◆ Exercise objective:
A single figure is required: the number of lines below that contain "uses".

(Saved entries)
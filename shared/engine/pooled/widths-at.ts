import { heterogeneityFloor } from './heterogeneity-floor';
import { predictionInterval } from './prediction-interval';
import { randomEffectsSummary } from './random-effects-summary';

/** Summary-CI and prediction-interval widths at one set of per-site SEs (one point of a chart). */
export interface PooledWidths {
  readonly k: number;
  readonly summarySe: number;
  readonly summaryCiWidth: number;
  /** null when K < 3. */
  readonly predictionIntervalWidth: number | null;
  /** 2·t_{K−2}·τ, null when K < 3. */
  readonly predictionFloorWidth: number | null;
  /** 2·z·τ, the prediction floor as K grows too. */
  readonly predictionFloorManySites: number;
  /** 2·z·τ/√K. */
  readonly summaryFloorWidth: number;
}

/**
 * Summary-CI width 2·z/√Σ 1/(s_i² + τ²), prediction-interval width 2·t_{K−2}·√(τ² + SE²) (K ≥ 3)
 * and their heterogeneity floors, for the given per-site SEs. Domain: as randomEffectsSummary.
 * Sources: DerSimonian & Laird, Control Clin Trials 1986, doi:10.1016/0197-2456(86)90046-2;
 * J R Stat Soc A 2009, doi:10.1111/j.1467-985X.2008.00552.x.
 * @example widthsAt([0.1, 0.1, 0.1, 0.1], 0.1).summaryCiWidth // 0.277181 (2 · 1.959964 · 0.0707107)
 */
export function widthsAt(siteSes: readonly number[], tau: number, confidence = 0.95): PooledWidths {
  const summary = randomEffectsSummary(siteSes, tau, confidence);
  const floor = heterogeneityFloor(tau, summary.k, confidence);
  return {
    k: summary.k,
    summarySe: summary.summarySe,
    summaryCiWidth: summary.summaryCiWidth,
    predictionIntervalWidth: summary.k >= 3 ? predictionInterval(summary.summarySe, tau, summary.k, confidence).width : null,
    predictionFloorWidth: floor.predictionWidthAtK,
    predictionFloorManySites: floor.predictionWidthManySites,
    summaryFloorWidth: floor.summaryWidthAtK,
  };
}
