import { requirePositive } from '../helpers/domain-guards';
import type { PooledMeasure } from './types';
import { widthsAt } from './widths-at';

/** What a set of per-site standard errors delivers for one pooled measure, against its targets. */
export interface PooledMeasurePrecision {
  readonly measureId: string;
  readonly label: string;
  readonly k: number;
  readonly tau: number;
  readonly summarySe: number;
  readonly summaryCiWidth: number;
  readonly targetSummaryCiWidth: number;
  readonly meetsSummary: boolean;
  /** null when K < 3 (see predictionReason). */
  readonly predictionIntervalWidth: number | null;
  readonly targetPredictionIntervalWidth: number | null;
  /** null when no prediction-interval target was set; false when one was set but K < 3. */
  readonly meetsPrediction: boolean | null;
  readonly predictionReason?: string;
  /** 2·t_{K−2}·τ (null when K < 3): the prediction width that no per-site n can go below. */
  readonly predictionFloorWidth: number | null;
  /** 2·z·τ: the prediction width that no number of sites can go below. */
  readonly predictionFloorManySites: number;
  /** 2·z·τ/√K: the summary width that no per-site n can go below with these K sites. */
  readonly summaryFloorWidth: number;
  /** Both targets met (a missing prediction target counts as met). */
  readonly meets: boolean;
}

export const PREDICTION_NEEDS_THREE_SITES =
  'the prediction interval needs at least 3 sites (it uses t with K − 2 degrees of freedom)';

/**
 * Summary SE and CI width, prediction interval width and heterogeneity floors for one measure at
 * the given per-site SEs, compared with the measure's targets (met when width ≤ target).
 * This is the one place where "meets the pooled target" is decided; the planner uses it too.
 * Domain: as randomEffectsSummary and predictionInterval; target widths finite > 0 (DomainError otherwise).
 * Sources: DerSimonian & Laird, Control Clin Trials 1986, doi:10.1016/0197-2456(86)90046-2 (weights);
 * J R Stat Soc A 2009, doi:10.1111/j.1467-985X.2008.00552.x (prediction interval).
 * @example pooledPrecision({ id: 'slope', label: 'slope', tau: 0.05, target: { maxSummaryCiWidth: 0.3 } }, [0.1, 0.1, 0.1]).summaryCiWidth // 0.25303 (meets: true)
 */
export function pooledPrecision(measure: PooledMeasure, siteSes: readonly number[], confidence = 0.95): PooledMeasurePrecision {
  const { target } = measure;
  requirePositive(`measures.${measure.id}.target.maxSummaryCiWidth`, target.maxSummaryCiWidth);
  if (target.maxPredictionIntervalWidth !== undefined) {
    requirePositive(`measures.${measure.id}.target.maxPredictionIntervalWidth`, target.maxPredictionIntervalWidth);
  }
  const widths = widthsAt(siteSes, measure.tau, confidence);
  const meetsSummary = widths.summaryCiWidth <= target.maxSummaryCiWidth;
  const targetPi = target.maxPredictionIntervalWidth ?? null;
  const piWidth = widths.predictionIntervalWidth;
  const meetsPrediction = targetPi === null ? null : piWidth !== null && piWidth <= targetPi;
  return {
    measureId: measure.id,
    label: measure.label,
    k: widths.k,
    tau: measure.tau,
    summarySe: widths.summarySe,
    summaryCiWidth: widths.summaryCiWidth,
    targetSummaryCiWidth: target.maxSummaryCiWidth,
    meetsSummary,
    predictionIntervalWidth: piWidth,
    targetPredictionIntervalWidth: targetPi,
    meetsPrediction,
    ...(piWidth === null ? { predictionReason: PREDICTION_NEEDS_THREE_SITES } : {}),
    predictionFloorWidth: widths.predictionFloorWidth,
    predictionFloorManySites: widths.predictionFloorManySites,
    summaryFloorWidth: widths.summaryFloorWidth,
    meets: meetsSummary && meetsPrediction !== false,
  };
}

◆ Exercise response:
2